== Work task ==
Scan the records for the string "high", then copy each line that has it.

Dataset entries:

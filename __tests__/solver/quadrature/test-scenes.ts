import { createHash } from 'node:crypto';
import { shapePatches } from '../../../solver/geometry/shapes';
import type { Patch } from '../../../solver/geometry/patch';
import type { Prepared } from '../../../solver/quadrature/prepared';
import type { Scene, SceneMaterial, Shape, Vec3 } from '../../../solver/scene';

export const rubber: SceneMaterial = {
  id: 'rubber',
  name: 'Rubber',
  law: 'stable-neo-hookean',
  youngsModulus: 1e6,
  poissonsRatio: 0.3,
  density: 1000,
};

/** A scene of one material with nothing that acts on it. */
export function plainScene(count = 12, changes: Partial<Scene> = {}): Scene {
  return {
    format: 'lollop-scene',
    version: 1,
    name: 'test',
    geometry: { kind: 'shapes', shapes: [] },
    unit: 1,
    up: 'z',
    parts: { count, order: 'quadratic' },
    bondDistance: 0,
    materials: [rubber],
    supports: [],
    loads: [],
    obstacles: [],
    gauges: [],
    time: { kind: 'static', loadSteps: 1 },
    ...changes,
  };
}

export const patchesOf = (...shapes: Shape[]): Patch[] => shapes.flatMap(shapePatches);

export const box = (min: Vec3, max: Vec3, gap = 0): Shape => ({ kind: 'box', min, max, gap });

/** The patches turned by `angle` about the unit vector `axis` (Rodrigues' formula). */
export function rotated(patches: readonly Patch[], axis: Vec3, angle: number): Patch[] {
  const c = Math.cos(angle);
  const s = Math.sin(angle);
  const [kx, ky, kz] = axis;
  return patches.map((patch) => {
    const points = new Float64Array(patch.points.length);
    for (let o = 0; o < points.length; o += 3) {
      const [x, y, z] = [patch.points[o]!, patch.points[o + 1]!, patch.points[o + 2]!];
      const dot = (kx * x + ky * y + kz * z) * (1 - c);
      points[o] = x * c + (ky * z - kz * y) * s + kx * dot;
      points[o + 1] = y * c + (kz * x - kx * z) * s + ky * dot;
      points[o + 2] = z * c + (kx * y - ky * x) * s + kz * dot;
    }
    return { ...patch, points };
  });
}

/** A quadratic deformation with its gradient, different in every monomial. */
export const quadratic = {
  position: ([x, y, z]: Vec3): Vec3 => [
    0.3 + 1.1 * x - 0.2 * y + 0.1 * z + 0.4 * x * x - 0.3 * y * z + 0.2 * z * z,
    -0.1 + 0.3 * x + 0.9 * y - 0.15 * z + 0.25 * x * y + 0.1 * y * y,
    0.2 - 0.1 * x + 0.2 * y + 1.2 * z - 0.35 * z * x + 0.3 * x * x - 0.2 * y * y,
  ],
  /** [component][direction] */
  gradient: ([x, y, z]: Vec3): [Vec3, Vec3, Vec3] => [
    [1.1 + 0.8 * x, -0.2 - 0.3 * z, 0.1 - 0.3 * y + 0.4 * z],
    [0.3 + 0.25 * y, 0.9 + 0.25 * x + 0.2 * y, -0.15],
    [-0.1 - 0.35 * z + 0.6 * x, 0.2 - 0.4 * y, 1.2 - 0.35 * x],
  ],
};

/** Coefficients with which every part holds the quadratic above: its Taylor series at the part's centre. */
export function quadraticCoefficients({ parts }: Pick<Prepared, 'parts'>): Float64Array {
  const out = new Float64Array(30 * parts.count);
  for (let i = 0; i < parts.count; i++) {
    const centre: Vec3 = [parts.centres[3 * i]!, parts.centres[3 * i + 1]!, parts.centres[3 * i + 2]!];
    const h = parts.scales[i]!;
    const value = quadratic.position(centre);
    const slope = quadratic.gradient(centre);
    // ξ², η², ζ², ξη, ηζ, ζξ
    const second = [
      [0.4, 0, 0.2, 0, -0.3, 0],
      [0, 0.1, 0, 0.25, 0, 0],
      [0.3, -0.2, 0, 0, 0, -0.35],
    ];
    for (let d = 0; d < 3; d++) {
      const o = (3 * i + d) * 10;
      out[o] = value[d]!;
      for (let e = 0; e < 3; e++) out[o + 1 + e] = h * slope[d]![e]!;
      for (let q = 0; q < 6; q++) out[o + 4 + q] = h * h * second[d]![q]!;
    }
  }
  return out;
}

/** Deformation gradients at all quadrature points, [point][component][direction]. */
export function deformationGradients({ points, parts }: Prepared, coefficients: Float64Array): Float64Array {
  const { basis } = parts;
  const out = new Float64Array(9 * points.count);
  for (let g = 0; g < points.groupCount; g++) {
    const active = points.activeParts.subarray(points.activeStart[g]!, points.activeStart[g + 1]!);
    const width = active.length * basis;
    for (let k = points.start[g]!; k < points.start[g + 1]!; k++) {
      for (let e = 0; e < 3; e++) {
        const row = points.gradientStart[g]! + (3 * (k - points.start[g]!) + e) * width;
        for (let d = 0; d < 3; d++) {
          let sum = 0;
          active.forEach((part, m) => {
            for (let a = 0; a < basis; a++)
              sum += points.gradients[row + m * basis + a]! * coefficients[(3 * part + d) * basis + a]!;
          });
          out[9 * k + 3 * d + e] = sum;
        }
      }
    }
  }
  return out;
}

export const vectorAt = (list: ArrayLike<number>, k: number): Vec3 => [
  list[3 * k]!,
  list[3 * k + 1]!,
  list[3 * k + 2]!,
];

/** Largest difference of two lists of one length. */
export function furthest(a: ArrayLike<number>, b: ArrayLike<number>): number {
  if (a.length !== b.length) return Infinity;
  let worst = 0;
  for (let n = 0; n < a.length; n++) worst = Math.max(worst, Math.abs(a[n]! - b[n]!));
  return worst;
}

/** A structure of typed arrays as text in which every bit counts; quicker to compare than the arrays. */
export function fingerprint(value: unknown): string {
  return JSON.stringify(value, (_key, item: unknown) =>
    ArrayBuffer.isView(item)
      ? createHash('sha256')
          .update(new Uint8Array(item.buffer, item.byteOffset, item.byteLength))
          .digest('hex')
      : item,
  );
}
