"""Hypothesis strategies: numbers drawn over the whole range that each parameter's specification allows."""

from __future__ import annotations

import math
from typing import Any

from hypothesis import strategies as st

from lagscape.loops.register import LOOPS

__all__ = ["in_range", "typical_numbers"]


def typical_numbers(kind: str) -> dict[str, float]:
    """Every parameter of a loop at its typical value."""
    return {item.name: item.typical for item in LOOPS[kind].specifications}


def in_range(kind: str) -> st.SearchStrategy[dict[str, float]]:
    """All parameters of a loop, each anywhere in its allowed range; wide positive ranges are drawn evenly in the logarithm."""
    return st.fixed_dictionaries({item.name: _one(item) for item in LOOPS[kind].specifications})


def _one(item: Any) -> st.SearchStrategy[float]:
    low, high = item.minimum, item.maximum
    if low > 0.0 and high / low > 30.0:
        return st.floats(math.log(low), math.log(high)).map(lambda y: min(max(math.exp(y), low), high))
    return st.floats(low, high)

== Answer space ==
    low, high = item.minimum, item.maximum
    if low > 0.0 and high / low > 30.0:
        return st.floats(math.log(low), math.log(high)).map(lambda y: min(max(math.exp(y), low), high))
    return st.floats(low, high)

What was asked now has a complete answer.